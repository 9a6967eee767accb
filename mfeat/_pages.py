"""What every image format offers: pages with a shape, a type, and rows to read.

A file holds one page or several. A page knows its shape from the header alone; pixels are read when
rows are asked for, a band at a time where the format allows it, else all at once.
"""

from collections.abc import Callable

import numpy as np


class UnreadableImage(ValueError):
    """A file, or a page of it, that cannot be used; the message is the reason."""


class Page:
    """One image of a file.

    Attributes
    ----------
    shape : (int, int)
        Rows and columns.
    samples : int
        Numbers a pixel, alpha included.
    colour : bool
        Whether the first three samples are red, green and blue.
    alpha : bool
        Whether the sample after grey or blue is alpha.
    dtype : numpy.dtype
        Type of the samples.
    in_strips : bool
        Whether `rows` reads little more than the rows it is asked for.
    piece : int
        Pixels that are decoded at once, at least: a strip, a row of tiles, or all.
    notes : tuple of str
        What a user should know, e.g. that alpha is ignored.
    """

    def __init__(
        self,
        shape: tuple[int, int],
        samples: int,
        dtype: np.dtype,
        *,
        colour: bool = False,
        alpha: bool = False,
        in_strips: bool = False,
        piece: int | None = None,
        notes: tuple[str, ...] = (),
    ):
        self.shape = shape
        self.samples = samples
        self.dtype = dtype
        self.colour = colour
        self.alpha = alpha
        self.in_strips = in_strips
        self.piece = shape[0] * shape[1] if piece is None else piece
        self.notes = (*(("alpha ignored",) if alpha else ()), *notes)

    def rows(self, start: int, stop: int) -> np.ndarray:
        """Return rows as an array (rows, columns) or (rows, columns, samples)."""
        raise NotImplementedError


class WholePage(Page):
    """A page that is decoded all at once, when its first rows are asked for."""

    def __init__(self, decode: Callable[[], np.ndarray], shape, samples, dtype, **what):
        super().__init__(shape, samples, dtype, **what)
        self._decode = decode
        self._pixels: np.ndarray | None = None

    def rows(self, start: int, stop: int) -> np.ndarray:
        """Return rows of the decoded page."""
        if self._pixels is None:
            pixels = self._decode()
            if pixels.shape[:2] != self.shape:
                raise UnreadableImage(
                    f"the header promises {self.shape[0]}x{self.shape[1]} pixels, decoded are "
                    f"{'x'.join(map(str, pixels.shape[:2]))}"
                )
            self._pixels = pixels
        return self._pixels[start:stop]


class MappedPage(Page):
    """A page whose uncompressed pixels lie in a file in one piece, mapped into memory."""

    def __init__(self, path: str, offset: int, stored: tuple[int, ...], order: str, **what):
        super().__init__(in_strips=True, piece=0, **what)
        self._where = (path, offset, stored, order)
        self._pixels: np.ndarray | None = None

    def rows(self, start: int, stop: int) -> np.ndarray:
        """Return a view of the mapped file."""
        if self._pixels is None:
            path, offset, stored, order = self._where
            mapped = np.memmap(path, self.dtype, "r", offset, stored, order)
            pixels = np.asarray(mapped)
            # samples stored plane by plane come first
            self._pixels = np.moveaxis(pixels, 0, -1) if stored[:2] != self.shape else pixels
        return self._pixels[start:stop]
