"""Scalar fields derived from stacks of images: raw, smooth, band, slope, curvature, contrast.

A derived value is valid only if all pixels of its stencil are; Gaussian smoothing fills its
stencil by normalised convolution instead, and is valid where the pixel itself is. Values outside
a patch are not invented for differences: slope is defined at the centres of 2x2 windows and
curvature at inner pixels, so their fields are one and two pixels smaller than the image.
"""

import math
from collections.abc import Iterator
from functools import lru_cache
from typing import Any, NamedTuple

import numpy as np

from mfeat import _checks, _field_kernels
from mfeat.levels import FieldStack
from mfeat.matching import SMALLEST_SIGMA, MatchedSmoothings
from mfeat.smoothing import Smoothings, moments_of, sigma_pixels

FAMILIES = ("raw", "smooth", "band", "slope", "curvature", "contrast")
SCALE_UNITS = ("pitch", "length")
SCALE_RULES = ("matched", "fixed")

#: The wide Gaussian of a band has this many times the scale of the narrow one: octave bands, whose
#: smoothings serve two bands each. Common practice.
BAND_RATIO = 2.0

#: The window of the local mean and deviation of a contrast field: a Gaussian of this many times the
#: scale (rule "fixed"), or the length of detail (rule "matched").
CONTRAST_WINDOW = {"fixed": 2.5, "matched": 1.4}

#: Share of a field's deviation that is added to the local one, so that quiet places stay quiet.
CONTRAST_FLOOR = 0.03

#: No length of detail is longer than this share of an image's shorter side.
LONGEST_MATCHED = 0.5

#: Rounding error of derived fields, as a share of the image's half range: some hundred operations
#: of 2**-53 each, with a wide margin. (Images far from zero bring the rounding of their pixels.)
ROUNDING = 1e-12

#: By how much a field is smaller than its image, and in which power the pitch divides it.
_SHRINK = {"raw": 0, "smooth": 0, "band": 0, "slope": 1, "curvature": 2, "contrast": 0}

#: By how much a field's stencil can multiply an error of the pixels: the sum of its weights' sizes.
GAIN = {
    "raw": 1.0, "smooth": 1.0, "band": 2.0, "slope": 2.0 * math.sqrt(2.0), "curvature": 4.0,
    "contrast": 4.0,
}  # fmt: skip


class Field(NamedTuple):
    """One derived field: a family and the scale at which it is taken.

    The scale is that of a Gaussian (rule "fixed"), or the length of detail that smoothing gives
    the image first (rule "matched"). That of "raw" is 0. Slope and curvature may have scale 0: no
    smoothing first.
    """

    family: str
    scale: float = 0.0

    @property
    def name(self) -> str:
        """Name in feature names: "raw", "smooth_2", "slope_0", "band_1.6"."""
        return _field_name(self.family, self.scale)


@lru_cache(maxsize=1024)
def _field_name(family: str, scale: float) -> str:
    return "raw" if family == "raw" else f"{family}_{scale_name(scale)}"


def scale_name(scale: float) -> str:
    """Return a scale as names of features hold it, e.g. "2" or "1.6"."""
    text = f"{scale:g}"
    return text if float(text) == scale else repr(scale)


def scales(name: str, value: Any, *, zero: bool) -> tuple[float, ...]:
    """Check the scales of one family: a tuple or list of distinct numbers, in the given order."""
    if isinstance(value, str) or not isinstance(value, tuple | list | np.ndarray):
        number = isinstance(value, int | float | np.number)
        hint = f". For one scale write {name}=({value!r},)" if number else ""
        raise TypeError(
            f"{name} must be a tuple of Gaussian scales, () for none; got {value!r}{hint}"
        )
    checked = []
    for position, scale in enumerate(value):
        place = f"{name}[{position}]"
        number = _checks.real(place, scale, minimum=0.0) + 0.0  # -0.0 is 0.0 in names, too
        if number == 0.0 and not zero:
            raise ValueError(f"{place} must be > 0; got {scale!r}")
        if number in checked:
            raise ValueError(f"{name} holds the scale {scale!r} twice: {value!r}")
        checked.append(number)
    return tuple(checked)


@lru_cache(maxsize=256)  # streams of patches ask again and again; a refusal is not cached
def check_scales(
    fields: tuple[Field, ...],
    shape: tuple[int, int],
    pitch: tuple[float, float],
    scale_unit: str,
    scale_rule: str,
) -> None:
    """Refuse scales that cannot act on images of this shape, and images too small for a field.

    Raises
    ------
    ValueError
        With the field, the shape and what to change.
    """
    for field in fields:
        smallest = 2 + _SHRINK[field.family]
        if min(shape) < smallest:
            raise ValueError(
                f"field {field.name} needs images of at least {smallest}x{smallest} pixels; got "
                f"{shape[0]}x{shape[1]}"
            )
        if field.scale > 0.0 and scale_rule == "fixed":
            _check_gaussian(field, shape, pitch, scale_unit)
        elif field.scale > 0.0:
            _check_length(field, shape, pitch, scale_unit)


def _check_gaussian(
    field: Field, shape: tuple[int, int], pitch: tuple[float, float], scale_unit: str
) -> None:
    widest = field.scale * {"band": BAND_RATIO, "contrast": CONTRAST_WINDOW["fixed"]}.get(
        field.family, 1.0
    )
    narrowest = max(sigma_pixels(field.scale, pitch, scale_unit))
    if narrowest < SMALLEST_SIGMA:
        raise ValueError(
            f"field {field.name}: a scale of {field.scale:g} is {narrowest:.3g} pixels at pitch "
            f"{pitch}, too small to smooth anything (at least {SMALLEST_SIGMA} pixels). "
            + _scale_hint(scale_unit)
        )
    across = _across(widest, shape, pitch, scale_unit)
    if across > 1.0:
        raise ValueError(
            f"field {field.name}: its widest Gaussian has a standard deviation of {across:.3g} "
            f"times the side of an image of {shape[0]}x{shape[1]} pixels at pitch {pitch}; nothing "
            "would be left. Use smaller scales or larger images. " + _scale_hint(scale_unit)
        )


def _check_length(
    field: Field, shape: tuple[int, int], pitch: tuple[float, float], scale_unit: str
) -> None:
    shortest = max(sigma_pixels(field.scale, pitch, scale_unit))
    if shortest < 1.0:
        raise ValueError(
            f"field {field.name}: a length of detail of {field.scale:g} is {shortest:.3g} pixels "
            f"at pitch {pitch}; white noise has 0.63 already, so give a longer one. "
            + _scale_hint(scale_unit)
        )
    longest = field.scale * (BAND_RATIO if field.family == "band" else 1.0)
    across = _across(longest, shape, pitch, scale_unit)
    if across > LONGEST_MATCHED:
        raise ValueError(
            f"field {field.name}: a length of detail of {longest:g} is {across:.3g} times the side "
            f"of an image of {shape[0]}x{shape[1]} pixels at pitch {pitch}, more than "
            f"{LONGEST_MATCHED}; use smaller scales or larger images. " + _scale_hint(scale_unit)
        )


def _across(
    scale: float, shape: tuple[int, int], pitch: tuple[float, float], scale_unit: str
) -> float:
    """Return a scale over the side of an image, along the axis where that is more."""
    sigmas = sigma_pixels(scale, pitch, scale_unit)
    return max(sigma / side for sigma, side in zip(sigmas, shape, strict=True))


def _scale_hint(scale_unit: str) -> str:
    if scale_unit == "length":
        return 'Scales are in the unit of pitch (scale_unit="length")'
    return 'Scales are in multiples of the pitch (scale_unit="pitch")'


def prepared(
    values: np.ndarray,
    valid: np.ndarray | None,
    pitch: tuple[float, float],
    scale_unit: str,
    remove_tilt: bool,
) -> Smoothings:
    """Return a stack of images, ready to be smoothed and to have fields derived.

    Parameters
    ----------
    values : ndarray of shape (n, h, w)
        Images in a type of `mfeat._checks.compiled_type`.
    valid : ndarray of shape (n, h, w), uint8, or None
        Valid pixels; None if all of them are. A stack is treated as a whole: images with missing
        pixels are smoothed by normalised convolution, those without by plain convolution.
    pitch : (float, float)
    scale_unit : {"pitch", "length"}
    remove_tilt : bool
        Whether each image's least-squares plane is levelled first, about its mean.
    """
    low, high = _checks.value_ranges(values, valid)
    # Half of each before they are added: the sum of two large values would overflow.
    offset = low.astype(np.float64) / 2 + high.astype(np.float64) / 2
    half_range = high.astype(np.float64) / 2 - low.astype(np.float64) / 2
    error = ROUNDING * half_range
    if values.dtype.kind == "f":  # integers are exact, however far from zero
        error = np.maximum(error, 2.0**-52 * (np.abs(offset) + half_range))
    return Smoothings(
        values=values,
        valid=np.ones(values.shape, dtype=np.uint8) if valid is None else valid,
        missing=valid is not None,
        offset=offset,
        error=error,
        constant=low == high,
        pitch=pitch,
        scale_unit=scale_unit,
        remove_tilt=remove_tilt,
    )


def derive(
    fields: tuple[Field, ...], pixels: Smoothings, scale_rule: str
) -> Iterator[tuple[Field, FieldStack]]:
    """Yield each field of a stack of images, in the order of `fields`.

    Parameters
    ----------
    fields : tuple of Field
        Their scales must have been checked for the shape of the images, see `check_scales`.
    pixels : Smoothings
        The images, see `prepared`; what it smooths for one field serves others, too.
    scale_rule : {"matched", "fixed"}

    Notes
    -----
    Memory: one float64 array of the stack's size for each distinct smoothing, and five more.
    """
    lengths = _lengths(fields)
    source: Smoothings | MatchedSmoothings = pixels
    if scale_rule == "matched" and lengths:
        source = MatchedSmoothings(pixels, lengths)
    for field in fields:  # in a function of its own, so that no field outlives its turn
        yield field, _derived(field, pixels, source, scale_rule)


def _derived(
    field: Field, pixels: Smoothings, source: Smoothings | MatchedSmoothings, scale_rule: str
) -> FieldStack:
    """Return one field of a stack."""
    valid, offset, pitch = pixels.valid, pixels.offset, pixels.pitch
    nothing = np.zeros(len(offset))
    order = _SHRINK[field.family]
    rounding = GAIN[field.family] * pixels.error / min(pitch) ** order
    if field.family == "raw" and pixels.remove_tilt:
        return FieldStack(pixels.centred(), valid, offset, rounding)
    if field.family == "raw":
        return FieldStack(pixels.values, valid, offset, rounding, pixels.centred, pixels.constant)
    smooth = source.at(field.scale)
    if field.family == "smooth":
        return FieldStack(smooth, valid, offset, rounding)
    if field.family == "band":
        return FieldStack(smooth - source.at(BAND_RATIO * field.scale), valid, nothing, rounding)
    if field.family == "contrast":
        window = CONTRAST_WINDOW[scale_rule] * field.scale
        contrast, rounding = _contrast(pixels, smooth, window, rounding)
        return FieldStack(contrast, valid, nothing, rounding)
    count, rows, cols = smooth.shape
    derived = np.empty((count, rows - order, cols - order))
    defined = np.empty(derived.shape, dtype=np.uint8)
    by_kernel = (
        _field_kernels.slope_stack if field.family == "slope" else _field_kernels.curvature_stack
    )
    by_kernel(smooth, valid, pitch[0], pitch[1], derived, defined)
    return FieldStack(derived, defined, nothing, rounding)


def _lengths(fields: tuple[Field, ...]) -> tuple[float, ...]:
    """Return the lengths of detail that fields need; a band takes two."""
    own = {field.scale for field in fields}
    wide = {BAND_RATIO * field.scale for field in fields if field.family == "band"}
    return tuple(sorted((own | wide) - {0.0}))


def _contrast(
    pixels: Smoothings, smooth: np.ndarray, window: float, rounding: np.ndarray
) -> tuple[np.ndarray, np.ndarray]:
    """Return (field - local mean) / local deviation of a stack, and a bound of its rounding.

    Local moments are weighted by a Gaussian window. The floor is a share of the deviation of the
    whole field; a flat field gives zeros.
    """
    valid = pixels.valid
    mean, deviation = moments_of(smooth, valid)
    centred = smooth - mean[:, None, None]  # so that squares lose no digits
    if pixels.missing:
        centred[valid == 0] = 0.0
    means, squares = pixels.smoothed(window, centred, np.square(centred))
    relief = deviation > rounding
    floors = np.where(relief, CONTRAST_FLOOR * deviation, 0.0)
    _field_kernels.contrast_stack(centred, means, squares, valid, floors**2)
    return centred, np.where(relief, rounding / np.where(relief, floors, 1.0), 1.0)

*****

■ Problem to work on:
Tally the lines above that contain "alpha"; give only the number.

■ Result of the exercise:
7